** Exercise prompt **
Set out exactly every line of the entries below, starting at the line that holds "diagonal shift. */" and stopping after the line that holds "let p = rowStart[i];".

** Available data **
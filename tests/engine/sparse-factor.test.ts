/**
 * Sparse LDL^T, its fill estimate, the AMD order and selected inversion against a
 * general-purpose dense reference (ml-matrix: LU inverse and Cholesky) on seeded random sparse
 * symmetric positive definite matrices.
 */
import assert from 'node:assert/strict';
import { describe, it } from 'node:test';
import { CholeskyDecomposition, inverse, Matrix } from 'ml-matrix';
import { amdOrder, amdOrderWithin } from '../../shared/engine/linalg/amd';
import { nestedDissectionOrder } from '../../shared/engine/linalg/nested-dissection';
import { analyse, analyseWithin, factor, ldlSolve, type SpdMatrix } from '../../shared/engine/linalg/sparse-ldl';
import { inverseDiagonal } from '../../shared/engine/linalg/selected-inverse';
import { rng } from '../bench/bench-rooms';
import { gridEdges, roomFromEdges } from '../bench/large-rooms';

/** Random sparse SPD matrix: a weighted graph Laplacian plus a positive diagonal shift. */
function randomSpd(n: number, edges: number, seed: number): SpdMatrix {
  const r = rng(seed);
  const rows: Map<number, number>[] = Array.from({ length: n }, () => new Map());
  const diag = new Float64Array(n);
  for (let e = 0; e < edges; e++) {
    const i = Math.floor(r() * n);
    const j = Math.floor(r() * n);
    if (i === j) continue;
    const w = 0.1 + r() * (r() < 0.2 ? 100 : 1);
    rows[i].set(j, (rows[i].get(j) ?? 0) - w);
    rows[j].set(i, (rows[j].get(i) ?? 0) - w);
    diag[i] += w;
    diag[j] += w;
  }
  for (let i = 0; i < n; i++) diag[i] += 0.01 + r();
  const rowStart = new Int32Array(n + 1);
  for (let i = 0; i < n; i++) rowStart[i + 1] = rowStart[i] + rows[i].size;
  const col = new Int32Array(rowStart[n]);
  const val = new Float64Array(rowStart[n]);
  for (let i = 0; i < n; i++) {
    let p = rowStart[i];
    for (const [j, v] of [...rows[i]].sort((a, b) => a[0] - b[0])) {
      col[p] = j;
      val[p++] = v;
    }
  }
  return { n, rowStart, col, val, diag };
}

function dense(a: SpdMatrix, perm?: Int32Array): Matrix {
  const m = Matrix.zeros(a.n, a.n);
  const pinv = new Int32Array(a.n);
  for (let k = 0; k < a.n; k++) pinv[perm ? perm[k] : k] = k;
  for (let i = 0; i < a.n; i++) {
    m.set(pinv[i], pinv[i], a.diag[i]);
    for (let p = a.rowStart[i]; p < a.rowStart[i + 1]; p++) m.set(pinv[i], pinv[a.col[p]], a.val[p]);
  }
  return m;
}

const isPermutation = (o: Int32Array) => [...o].sort((a, b) => a - b).every((v, i) => v === i);

describe('sparse LDL^T and selected inversion', () => {
  it('diag of the inverse by selected inversion equals the dense inverse (ml-matrix) on 40 random SPD matrices', () => {
    for (let t = 0; t < 40; t++) {
      const n = 5 + (t % 8) * 9;
      const a = randomSpd(n, Math.floor(n * (1 + (t % 4))), 100 + t);
      const order = amdOrder(a);
      assert.ok(isPermutation(order));
      const f = factor(a, analyse(a, order));
      const z = inverseDiagonal(f);
      const ref = inverse(dense(a));
      for (let i = 0; i < n; i++) assert.ok(Math.abs(z[i] - ref.get(i, i)) <= 1e-10 * Math.abs(ref.get(i, i)), `case ${t}, entry ${i}`);
      const b = Float64Array.from({ length: n }, (_, i) => Math.sin(i + t));
      const x = ldlSolve(f, b);
      const xr = ref.mmul(Matrix.columnVector([...b]));
      for (let i = 0; i < n; i++) assert.ok(Math.abs(x[i] - xr.get(i, 0)) <= 1e-9 * (1 + Math.abs(xr.get(i, 0))));
    }
  });

  it('the fill estimate (symbolic step) equals the nonzeros of the dense Cholesky factor of the permuted matrix', () => {
    for (let t = 0; t < 20; t++) {
      const n = 10 + t * 3;
      const a = randomSpd(n, 2 * n, 500 + t);
      const order = amdOrder(a);
      const sym = analyse(a, order);
      const l = new CholeskyDecomposition(dense(a, order)).lowerTriangularMatrix;
      let nz = 0;
      for (let i = 0; i < n; i++) for (let j = 0; j < i; j++) if (l.get(i, j) !== 0) nz++;
      assert.equal(sym.nnz, nz, `case ${t}`);
      assert.equal(factor(a, sym).rowIdx.length, nz);
    }
  });

  it('AMD keeps a 30 x 30 grid factor far below the natural order fill', () => {
    const room = roomFromEdges(gridEdges(30, 1));
    const a: SpdMatrix = {
      n: room.n,
      rowStart: room.csr.rowStart,
      col: room.csr.col,
      val: room.csr.weight.map((w) => -w),
      diag: room.csr.outStrength.map((d) => d + 1),
    };
    const natural = analyse(
      a,
      Int32Array.from({ length: room.n }, (_, i) => i),
    ).nnz;
    const amd = analyse(a, amdOrder(a)).nnz;
    // Natural (banded) order of a side-s grid fills about s^3 = 27 000; minimum degree orders give
    // O(n log n) fill (George & Liu, Computer Solution of Large Sparse Positive Definite Systems, 1981).
    assert.ok(natural > 25_000, `natural ${natural}`);
    assert.ok(amd < natural / 2, `amd ${amd} vs natural ${natural}`);
  });

  it('a matrix that is not positive definite is refused', () => {
    const a: SpdMatrix = {
      n: 2,
      rowStart: Int32Array.from([0, 1, 2]),
      col: Int32Array.from([1, 0]),
      val: Float64Array.from([2, 2]),
      diag: Float64Array.from([1, 1]),
    };
    assert.throws(() => factor(a, analyse(a, Int32Array.from([0, 1]))), /not positive definite/);
  });
});

/** The grid room of side s as an SPD matrix (Laplacian plus unit diagonal). */
function gridSpd(side: number): SpdMatrix {
  const room = roomFromEdges(gridEdges(side, 1));
  return {
    n: room.n,
    rowStart: room.csr.rowStart,
    col: room.csr.col,
    val: room.csr.weight.map((w) => -w),
    diag: room.csr.outStrength.map((d) => d + 1),
  };
}

/** Nonzeros below the diagonal of the dense Cholesky factor (ml-matrix) of the matrix in this order. */
function denseFill(a: SpdMatrix, order: Int32Array): number {
  const l = new CholeskyDecomposition(dense(a, order)).lowerTriangularMatrix;
  let nz = 0;
  for (let i = 0; i < a.n; i++) for (let j = 0; j < i; j++) if (l.get(i, j) !== 0) nz++;
  return nz;
}

describe('nested dissection order', () => {
  it('is a permutation: random patterns, several parts, isolated people, grids, every leaf size', () => {
    for (let t = 0; t < 30; t++) {
      const n = 5 + t * 13;
      // Few edges: several parts and isolated people.
      const a = randomSpd(n, Math.floor(n * (t % 3 === 0 ? 0.6 : 2)), 900 + t);
      for (const leaf of [1, 4, 32, 256]) assert.ok(isPermutation(nestedDissectionOrder(a, leaf)), `case ${t} leaf ${leaf}`);
    }
    assert.ok(isPermutation(nestedDissectionOrder(gridSpd(45))));
  });

  it('its fill estimate (symbolic step) equals the nonzeros of the dense Cholesky factor in that order', () => {
    for (let t = 0; t < 20; t++) {
      const n = 20 + t * 9;
      const a = randomSpd(n, 2 * n, 700 + t);
      const order = nestedDissectionOrder(a, 8);
      assert.equal(analyse(a, order).nnz, denseFill(a, order), `case ${t}`);
    }
    const g = gridSpd(18);
    const order = nestedDissectionOrder(g, 8);
    const sym = analyse(g, order);
    assert.equal(sym.nnz, denseFill(g, order), 'grid 18 x 18');
    assert.equal(factor(g, sym).rowIdx.length, sym.nnz);
  });

  it('solves and selected inversion in nested-dissection order agree with the dense inverse (ml-matrix)', () => {
    for (let t = 0; t < 6; t++) {
      const a = t < 5 ? randomSpd(60 + 20 * t, 150 + 40 * t, 1300 + t) : gridSpd(12);
      const f = factor(a, analyse(a, nestedDissectionOrder(a, 6)));
      const inv = inverse(dense(a));
      const diag = inverseDiagonal(f);
      const b = Float64Array.from({ length: a.n }, (_, i) => Math.sin(i + 1));
      const x = ldlSolve(f, b);
      for (let i = 0; i < a.n; i++) {
        let want = 0;
        for (let j = 0; j < a.n; j++) want += inv.get(i, j) * b[j];
        assert.ok(Math.abs(x[i] - want) <= 1e-10 * (1 + Math.abs(want)), `case ${t} solve ${i}`);
        assert.ok(Math.abs(diag[i] - inv.get(i, i)) <= 1e-10 * inv.get(i, i), `case ${t} diag ${i}`);
      }
    }
  });

  it('grid work grows like n^1.5 and stays below minimum degree on large grids', () => {
    // George (SIAM J. Numer. Anal. 1973): nested dissection of a side-s grid has O(s^2 log s) fill
    // and O(s^3) = O(n^1.5) work; the natural (banded) order needs O(s^4).
    const work = (side: number) => analyse(gridSpd(side), nestedDissectionOrder(gridSpd(side))).flops;
    const w40 = work(40);
    const w80 = work(80);
    const w160 = work(160);
    // Doubling the side multiplies n by 4: work by about 8 (exponent 1.5 in n); banded would be 16.
    assert.ok(w80 / w40 < 11 && w160 / w80 < 11, `work ${w40} ${w80} ${w160}`);
    const g = gridSpd(160);
    assert.ok(w160 < analyse(g, amdOrder(g)).flops, 'nested dissection needs less work than minimum degree on a 160 x 160 grid');
  });

  it('budgeted minimum degree and symbolic step stop exactly when the factor passes the budget', () => {
    for (let t = 0; t < 10; t++) {
      const a = randomSpd(80 + 10 * t, 300, 1700 + t);
      const order = amdOrder(a);
      const sym = analyse(a, order);
      assert.deepEqual(amdOrderWithin(a, { nnz: sym.nnz, work: sym.flops }), order, `case ${t}: within the budget`);
      assert.equal(amdOrderWithin(a, { nnz: sym.nnz - 1, work: Infinity }), null, `case ${t}: one nonzero over`);
      assert.equal(amdOrderWithin(a, { nnz: Infinity, work: sym.flops - 1 }), null, `case ${t}: work over`);
      assert.equal(analyseWithin(a, order, sym.nnz, sym.flops)?.nnz, sym.nnz);
      assert.equal(analyseWithin(a, order, sym.nnz - 1, Infinity), null);
      assert.equal(analyseWithin(a, order, Infinity, sym.flops - 1), null);
    }
  });
});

** Reply **
/** Random sparse SPD matrix: a weighted graph Laplacian plus a positive diagonal shift. */
function randomSpd(n: number, edges: number, seed: number): SpdMatrix {
  const r = rng(seed);
  const rows: Map<number, number>[] = Array.from({ length: n }, () => new Map());
  const diag = new Float64Array(n);
  for (let e = 0; e < edges; e++) {
    const i = Math.floor(r() * n);
    const j = Math.floor(r() * n);
    if (i === j) continue;
    const w = 0.1 + r() * (r() < 0.2 ? 100 : 1);
    rows[i].set(j, (rows[i].get(j) ?? 0) - w);
    rows[j].set(i, (rows[j].get(i) ?? 0) - w);
    diag[i] += w;
    diag[j] += w;
  }
  for (let i = 0; i < n; i++) diag[i] += 0.01 + r();
  const rowStart = new Int32Array(n + 1);
  for (let i = 0; i < n; i++) rowStart[i + 1] = rowStart[i] + rows[i].size;
  const col = new Int32Array(rowStart[n]);
  const val = new Float64Array(rowStart[n]);
  for (let i = 0; i < n; i++) {
    let p = rowStart[i];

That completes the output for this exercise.